O opositor social-democrata de Angela Merkel nas legislativas do outono, Peer Steinbrück, responsabilizou a chanceler alemã pela rejeição do plano de resgate europeu para Chipre e considerou ter existido um "erro político flagrante". "A rejeição do plano de resgate europeu pelo parlamento cipriota mostra que este projeto negociado com a contribuição notável do ministro das Finanças, Wolfgang Schäuble, e com o aval da chanceler, falhou", afirmou Peer Steinbrück.
Em Chipre o ambiente está caótico, mas em Bruxelas não está melhor. O presidente do Parlamento Europeu criticou severamente os líderes da zona euro, a quem acusou de falta de transparência na decisão sobre a taxa de depósitos a aplicar em Chipre. 
"Lamentamos a falta de transparência e de responsabilidade democrática na solução original proposta pela Comissão Europeia, FMI e BCE para Chipre", afirmou Martin Schulz no Parlamento Europeu. "Os ministros das Finanças do euro devem assumir responsabilidades pela proposta inicial para o setor bancário de Chipre. A solução foi tomada a portas fechadas nas primeiras horas da madrugada sem uma reflexão correcta sobre as consequências para os cidadãos. Até agora o jogo de culpas só serviu para prejudicar a imagem do euro"
Diz Schulz que "tem de ser encontrada uma solução mais justa e sustentável". "Nós precisamos de uma solução europeia para os problemas de Chipre, não uma solução externa. As poupanças dos cidadãos não podem ser usadas como resgate para o setor bancário". 
"O sistema bancário da zona euro está perante uma mudança radical com o estabelecimento de uma unidade bancária e um único mecanismo de supervisão. A situação em Chipre realça a necessidade de esta ser aplicada o mais rapidamente possível. Uma supervisão direta da UE é a chave para garantir que crises idênticas podem ser evitadas"
Já ninguém deve ter dúvidas de que o ministro das Finanças alemão está para Merkel e as suas políticas, como Vítor Gaspar está para Passos Coelho, só que Gaspar é subordinado de Schauble, como Passos Coelho é de Merkel… Talvez pelo mesmo motivo, o de não perceberem nada de finanças e os ministros das Finanças não saberem o que é a Política…
E enquanto os alemães, figuras centrais nos confiscos aos depósitos gregos, sabem que só teriam a ganhar com mais esta estratégia, que vai para além da austeridade e nem classificação tem, o “inglesinho” descobriu (ainda não sabia) que o efeito dominó é mais perigoso para a sobrevivência da Eurozona e para o Euro do que para os cipriotas e para o Chipre.
Entretanto, os deputados cipriotas sabiam e sabem das consequências (também) para todos os outros, se os expulsarem do Euro.
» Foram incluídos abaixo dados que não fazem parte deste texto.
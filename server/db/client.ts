import { drizzle, type NodePgDatabase } from "drizzle-orm/node-postgres";
import pg from "pg";
import type { Logger } from "pino";
import * as schema from "./schema.ts";

export type Database = NodePgDatabase<typeof schema>;
/** A database or a transaction in it. */
export type Queries = Pick<Database, "select" | "selectDistinctOn" | "insert" | "update" | "delete" | "execute" | "$count">;

export interface Connection {
  pool: pg.Pool;
  db: Database;
}

const CONNECT_WITHIN_MS = 2_000;
const QUERY_WITHIN_MS = 20_000;

/** Opens no connection by itself; the pool connects, and connects anew after an outage, when a query comes. */
export function connect(url: string, log: Logger): Connection {
  const pool = new pg.Pool({
    connectionString: url,
    connectionTimeoutMillis: CONNECT_WITHIN_MS,
    query_timeout: QUERY_WITHIN_MS,
    statement_timeout: QUERY_WITHIN_MS,
    max: 10,
    application_name: "holdfast",
  });
  // An idle connection that breaks is reported here; without a listener the process would end.
  pool.on("error", (error) => log.warn({ err: error }, "A database connection was lost"));
  return { pool, db: drizzle(pool, { schema, casing: "snake_case" }) };
}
Daí a “coragem” que transparece no voto contra (que contam com o apoio russo), atitude que convém destacar, até porque tal não aconteceu na Grécia.
E continuam a andar à solta uns arautos da desgraça (saída do euro), atirando para o ar percentagens de perdas e dilúvios, sem qualquer “estudo” que o prove, antes pelo contrário, porque desde que a Alemanha o fez, arrepiou caminho em relação à Grécia… Era bom que os técnicos argumentassem com números, mas verdadeiros…
E depois vem outro alemão, social-democrata (enquanto está na oposição) atirar as culpas à Merkel e ao Schauble, mas este como os conhece, até porque já foi ministro das Finanças d’ELA, é capaz de ser credível…
E mais um alemão, também social-democrata e presidente do Parlamento Europeu, Martin Schulz, vem denunciar o desenho mal feito pelos líderes europeus para a “salvação” do Chipre (ninguém na UE tem jeito para o desenho), acusando os a(u)tores, a estratégia e a tática, mais a sacanagem que incorporou em todos os estrategas, pela calada da noite, fruto da psicologia de grupo… E se já são imorais as “reestruturações”, com cessação de direitos, abaixamento de salários, confiscos, destruição do tecido empresarial e o desemprego pecaminoso, imagine-se, gente de bem, líderes de um continente, a roubarem (diretamente) o dinheiro depositado por inocentes cidadãos, sócios da mesma União(?)…
E levando mais longe a sua indignação e verticalidade política, Schulz exige que os ministros das Finanças do euro assumam responsabilidades pela proposta inicial que fizeram para o setor bancário de Chipre. Responsabilidade que devia ser jurídica, mas…
E a mesma responsabilidade jurídica deveria ser estendida aos administradores dos BPNs cipriotas, o que resultaria mais do que a “supervisão” bancária pelo BCE, onde o “nosso” Gaspar deve arranjar um lugarzito numa troika qualquer…
Perante tudo isto, que subestima o surrealismo, como podemos ter esperança de chegar ao sucesso, com gente de tão baixa estatura moral e política?
Mudemos de assunto… e de acentos!

Ecos da blogosfera – 21 mar.

SONETO PRESENTE - Ary dos Santos

Não me digam mais nada senão morro
aqui neste lugar dentro de mim
a terra de onde venho é onde moro
o país de que sou é estar aqui.

Não me digam mais nada senão falo
e eu não posso falar eu estou de pé.
De pé como um poeta ou um cavalo
de pé como quem deve estar quem é.

Aqui ninguém me diz quando me vendo
a não ser os que eu amo os que eu entendo
os que podem ser tanto como eu.

Aqui ninguém me põe a pata em cima
porque é de baixo que me vem acima
a força do lugar que for o meu.



Eurogrupo: Quando há ocasiões revelam-se ladrões…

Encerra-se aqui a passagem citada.